The attack on the X-Mansion is so unforgettable because it’s a disruption of their one refuge. That’s what makes the domesticity of the X-Men so important — their home doesn’t just represent a place to learn or to feature scenes of late night snacking. Their secluded, private lifestyle represents their means of staying safe in a world that doesn’t want anything to do with them. Their adopted family, so to speak, is their means of safety.
Watching this dynamic play out on screen planted the idea that a live-in superhero team was the way to go. It could honestly explain the sheer number of “domestic AU (alternate universe)” fanfiction that has been written over the years. More recent superhero teams like the Avengers are a popular group to get the “supportive blended family” treatment, with fanfic plots centering around housemate hijinks and pranks.
Except for the intensely awkward Vision-Scarlet Witch-Cooking-Show scenes from Captain America: Civil War, fans were always clamoring for glimpses of the team at Stark Tower. The party in Age of Ultron and even the group’s trip to the shawarma place at the end of the first Avengers film were both fan favorites. The appeal of casual gatherings of supers is unprecedented, and — it’s my suspicion — founded in these earlier comic book films and shows.
The mounting action of these early X-Men films of course centered around the mutants achieving a place in the world: one side striving to do so through acceptance and the other by force. Ultimately, their makeshift family of outcasts wants to be seen by the outside world and to celebrate their identity publicly.

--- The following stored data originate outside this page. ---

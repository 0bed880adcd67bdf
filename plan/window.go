package plan

import (
	"math"

	"scalerisk/saturation"
)

// Window is the operating window of a sample over temperature and cycles
// of concentration: at every point of a grid, the margin to the nearest SI
// limit of the profile, and for every limited mineral the curve where it
// reaches its limit.
type Window struct {
	Temperatures []float64 // °C, the columns
	Cycles       []float64 // the rows, from 1
	// Margin is the margin to the nearest limit (limit − SI, SI units) at
	// row i, column j in Margin[i*len(Temperatures)+j]: positive inside
	// every limit, negative past one; NaN where the point failed or no
	// mineral has a limit. Nearest names the mineral of that limit.
	Margin  []float64
	Nearest []string
	// Points are the grid's points, temperature running fastest.
	Points []saturation.Point
	// Curves are where each limited mineral reaches its limit inside the
	// grid, in table order.
	Curves []Curve
	// Present is the sample as it is: its temperature at 1 cycle.
	Present [2]float64
	Failed  int
	// FirstErr is the error of the first point that failed.
	FirstErr error
}

// Curve is the line where a mineral reaches its limit: for each
// temperature column whose margin changes sign along the cycles, the
// cycles (interpolated linearly) where it does.
type Curve struct {
	Mineral string
	Limit   float64 // SI
	Points  [][2]float64
}

// WindowSide is the number of temperatures and of cycles of the window's
// grid.
const WindowSide = 12

func windowStep(p *Sample, s Settings) error {
	if s.Detailed != nil && !s.Detailed(p) {
		return nil // a summary row only: no section shows the window
	}
	bulk := p.Result.Temperature
	w := &Window{Temperatures: saturation.Range(bulk, s.HotEnd(bulk), WindowSide),
		Cycles: saturation.Range(1, s.Cycles(), WindowSide), Present: [2]float64{bulk, 1}}
	pts, err := saturation.Sweep(p.Input, saturation.Axis{Var: saturation.VaryTemperature, Values: w.Temperatures},
		&saturation.Axis{Var: saturation.VaryCycles, Values: w.Cycles, Rule: s.CyclesRule}, s.Speciation)
	if err != nil {
		return err
	}
	w.Points = pts
	prof := s.LimitProfile()
	limits := map[string]float64{}
	var order []string
	w.Margin = make([]float64, len(pts))
	w.Nearest = make([]string, len(pts))
	for k, pt := range pts {
		w.Margin[k] = math.NaN()
		if pt.Result == nil {
			w.Failed++
			if w.FirstErr == nil {
				w.FirstErr = pt.Err
			}
			continue
		}
		for _, m := range pt.Result.Minerals {
			l, ok := siLimit(prof, m.Name)
			if !ok || !finite(m.SI) {
				continue
			}
			if _, seen := limits[m.Name]; !seen {
				limits[m.Name] = l
				order = append(order, m.Name)
			}
			if margin := l - m.SI; math.IsNaN(w.Margin[k]) || margin < w.Margin[k] {
				w.Margin[k], w.Nearest[k] = margin, m.Name
			}
		}
	}
	for _, name := range order {
		if c := w.curve(pts, name, limits[name]); len(c.Points) > 0 {
			w.Curves = append(w.Curves, c)
		}
	}
	p.Window = w
	return nil
}

// siLimit is the SI limit profile p sets on mineral, unless the mineral is
// slow to form.
func siLimit(p saturation.LimitProfile, mineral string) (float64, bool) {
	if r, _ := saturation.InhibitorReach(mineral); r.Slow {
		return 0, false
	}
	l, ok := p.Lookup("si:" + mineral)
	if !ok || !finite(l.Max) {
		return 0, false
	}
	return l.Max, true
}

// curve finds, column by column, the first cycles where mineral's SI
// reaches limit.
func (w *Window) curve(pts []saturation.Point, mineral string, limit float64) Curve {
	c := Curve{Mineral: mineral, Limit: limit}
	nt := len(w.Temperatures)
	for j, t := range w.Temperatures {
		for i := 1; i < len(w.Cycles); i++ {
			a, okA := siAt(pts[(i-1)*nt+j], mineral)
			b, okB := siAt(pts[i*nt+j], mineral)
			if !okA || !okB || (a-limit)*(b-limit) > 0 || a == b {
				continue
			}
			f := (limit - a) / (b - a)
			c.Points = append(c.Points, [2]float64{t, w.Cycles[i-1] + f*(w.Cycles[i]-w.Cycles[i-1])})
			break
		}
	}
	return c
}

func siAt(p saturation.Point, mineral string) (float64, bool) {
	if p.Result == nil {
		return 0, false
	}
	si, ok := p.Result.SI(mineral)
	return si, ok && finite(si)
}
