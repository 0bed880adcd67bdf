package plan_test

import (
	"errors"
	"fmt"
	"slices"
	"testing"

	"scalerisk/plan"
	"scalerisk/saturation"
	"scalerisk/water"
)

func demo(t testing.TB) []saturation.Assessment {
	t.Helper()
	f, err := water.OpenDemo()
	if err != nil {
		t.Fatal(err)
	}
	defer f.Close()
	records, _, err := water.Read("demo.csv", f, water.ReadOptions{})
	if err != nil {
		t.Fatal(err)
	}
	return saturation.AssessRecords("demo.csv", records, saturation.Options{})
}

// TestComputeKeepsErrors: a blend that cannot be computed (a partner water
// with nothing in it) is kept as an error of its part; the other parts are
// still computed.
func TestComputeKeepsErrors(t *testing.T) {
	as := demo(t)
	empty := water.Analysis{Name: "nothing"}
	p := plan.Compute(as[0], plan.Settings{Partner: &empty, BlendFraction: 0.5})
	err := p.PartErr("blend")
	if err == nil {
		t.Fatalf("the blend with an empty water gave no error; blends %+v", p.Blends)
	}
	var pe plan.Error
	if !errors.As(err, &pe) || pe.Part != "blend" {
		t.Errorf("error %v is not a plan.Error of the blend", err)
	}
	if p.Temperature.Computed() == 0 || p.Window == nil || len(p.Minerals) == 0 {
		t.Error("a failed blend stopped the other parts")
	}
}

// TestMineralsFixedOrder: the minerals charted follow plan.ChartOrder() for
// every sample, then the minerals past a limit.
func TestMineralsFixedOrder(t *testing.T) {
	chart := plan.ChartOrder()
	order := func(name string) int {
		for i, c := range chart {
			if c.Mineral == name {
				return i
			}
		}
		return len(chart)
	}
	for _, a := range demo(t) {
		p := plan.Compute(a, plan.Settings{})
		if len(p.Minerals) == 0 || p.Minerals[0] != "calcite" {
			t.Errorf("%s: minerals %v, want calcite first", a.Name, p.Minerals)
		}
		if !slices.IsSortedFunc(p.Minerals, func(x, y string) int { return order(x) - order(y) }) {
			t.Errorf("%s: minerals %v not in the fixed order", a.Name, p.Minerals)
		}
	}
}

// ExampleCompute plans the first demo water: its sweeps, the operating
// window and the minerals its charts show.
func ExampleCompute() {
	f, _ := water.OpenDemo()
	defer f.Close()
	records, _, _ := water.Read("demo.csv", f, water.ReadOptions{})
	a := saturation.AssessRecords("demo.csv", records, saturation.Options{})[0]
	p := plan.Compute(a, plan.Settings{})
	fmt.Println(a.Name)
	fmt.Println("temperature points:", p.Temperature.Computed(), "from", p.Temperature.From, "to", p.Temperature.To, "°C")
	fmt.Println("window:", len(p.Window.Temperatures), "×", len(p.Window.Cycles))
	fmt.Println("charted:", p.Minerals)
	fmt.Println("errors:", len(p.Errors))
	// Output:
	// Kestrel Fen makeup well 2
	// temperature points: 15 from 18 to 60 °C
	// window: 12 × 12
	// charted: [calcite gypsum silica_amorphous barite celestite fluorite tricalcium_phosphate]
	// errors: 0
}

The ostracization from their biological, human families sits at the heart of this desire.
These themes run deep throughout the X-Men franchise, and it all starts with the idea of the lone mutant in need of a community. How they achieve this (the X-Mansion, or Magneto’s “Brotherhood” of so-called radicals) makes up the core of the X-Men stories. Therefore, the protagonists’ domesticity becomes an invaluable aspect of the films.
The profound impression left on those who grew up with these movies is proof of the power this trilogy has, and how well it represented the true nature of the X-Men comics themselves. From the moment we saw Magneto ripped from his parents at Auschwitz in X-Men, or Professor X with his students, we were hooked on X-Men’s belief in family.